Perseus, aufgewachsen bei Zieheltern, verliert diese mitsamt seiner Schwester bei einem von Menschen provozierten Angriff der Götter. Da Zeus die ständige Missgunst der von ihm erschaffenen Menschen nicht mehr duldet, hetzt er seinen Bruder Hades aus der Unterwelt auf sie. Er soll die Menschen wieder Ehrfurcht vor den Göttern lehren. Als Perseus erfährt, dass er Zeus’ Sohn ist, sinnt er auf Rache und will Hades den Garaus machen – zumal der Gott der Unterwelt selbst eine Intrige gegen Zeus spinnt ... Letteriers „Kampf der Titanen“ hat alles, was einen spektakulären Fantasyfilm ausmacht: Große Schauwerte, brillante Ausstattung, spektakuläre Effekte und Action satt. Er strotzt aber auch vor pathetischen und teils albernen Dialogen und Schauspielern, die allesamt unter ihrem Niveau bleiben. Vor allem Ralph Fiennes, der den Hades als eine optische Mischung seines Lord Voldemort und John Travoltas Terl aus „Battlefield Earth“ gibt, war wohl selten schwächer. Lediglich Sam Worthington darf als Held eine halbwegs gute Figur abgeben.

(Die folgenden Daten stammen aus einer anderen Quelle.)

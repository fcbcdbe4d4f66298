"""Packaging: the demo files ship as the package ``doseattr.demo`` and every
package under doseattr/ is listed in pyproject.toml (packages are listed,
not found, so that data_demo/ can be mapped to ``doseattr.demo``)."""

from __future__ import annotations

import fnmatch
import tomllib
from pathlib import Path

import doseattr

ROOT = Path(__file__).resolve().parent.parent


def _setuptools_config() -> dict:
    return tomllib.loads((ROOT / "pyproject.toml").read_text())["tool"]["setuptools"]


def test_every_package_is_listed():
    listed = set(_setuptools_config()["packages"])
    found = {".".join(p.parent.relative_to(ROOT).parts)
             for p in (ROOT / "doseattr").rglob("__init__.py")}
    assert found - listed == set(), "add these to [tool.setuptools] packages in pyproject.toml"
    assert listed - found == {"doseattr.demo", "doseattr.templates"}  # mapped data folders


def test_demo_files_are_package_data():
    cfg = _setuptools_config()
    assert cfg["package-dir"]["doseattr.demo"] == "data_demo"
    patterns = cfg["package-data"]["doseattr.demo"]
    files = [p.name for p in (ROOT / "data_demo").iterdir()
             if p.is_file() and p.suffix != ".py"]
    assert {"analysis.toml", "study_bands.csv", "measurements.csv", "README.md"} <= set(files)
    for name in files:
        assert any(fnmatch.fnmatch(name, pat) for pat in patterns), name


def test_version_matches_pyproject():
    project = tomllib.loads((ROOT / "pyproject.toml").read_text())["project"]
    assert doseattr.__version__ == project["version"]


def test_demo_files_say_the_numbers_are_invented():
    for name in sorted(p.name for p in (ROOT / "data_demo").iterdir()
                       if p.suffix in (".toml", ".csv", ".md")):
        assert "invented" in (ROOT / "data_demo" / name).read_text().lower(), name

Noch dazu wurde die Geschichte arg für das US-Publikum modifiziert – nur so ist zu erklären, warum beispielsweise Zeus nicht als Schwan, sondern als Weißkopfadler auf die Erde kommt. Was bleibt, ist ein kurzweiliges Fantasy-Abenteuer mit opulenten Tricks, der im Kino wohl vorrangig deshalb so erfolgreich war, weil er vom 3D-Boom profitierte. Bild und Ton Das warm gefilterte Bild ist in Nahaufnahmen sehr scharf und liefert eine schöne Detailtiefe. Die digital kreierten Szenen von Argos wirken im Vergleich zu echten Landschaften etwas weich. Der deutsche Ton ist weit weniger laut und dynamisch als der englische DTS-HD-Mastersound, liefert aber dennoch Nonstop- Action. Die Angriffe der Riesenskorpione (ab 41’20) oder der Showdown mit dem Kraken sind extrem druckvoll und effektreich vertont.

3D-Effekt


Zum Test hatten wir auch die 3D-Disk des Films, die exklusiv bei Amazon, Media Markt und Saturn erhältlich ist. Die erste Live-Action-Kinofilm-3D-Blu-ray leidet bei schnellen Bewegungen unter sichtbaren Doppelkonturen. Solange die Szenerie ruhig ist, gefällt der Eindruck durchaus, aber das teils extreme Spiel mit Tiefenunschärfen lässt oft vermuten, im Hintergrund stünden drei Personen und nicht eine.

Extras


Hier hat man sich nicht lumpen lassen: Vor allem der Bild-im-Bild-Maximum-Movie- Mode zeigt beeindruckende, interessante und sehr umfassende Bilder vom Dreh. Dazu kommen ca. 35 Minuten an Fokuspunkten, ein Feature über den Hauptdarsteller und entfernte Szenen wie auch ein alternatives Ende.

Fazit

Aufgrund der guten Bild- und Tontechnik sowie der Nonstop-Action kurzweiliger, aber auch sehr amerikanisierter Trip in die Mythologie, der zudem arg pathetisch daherkommt und schwach geschauspielert ist.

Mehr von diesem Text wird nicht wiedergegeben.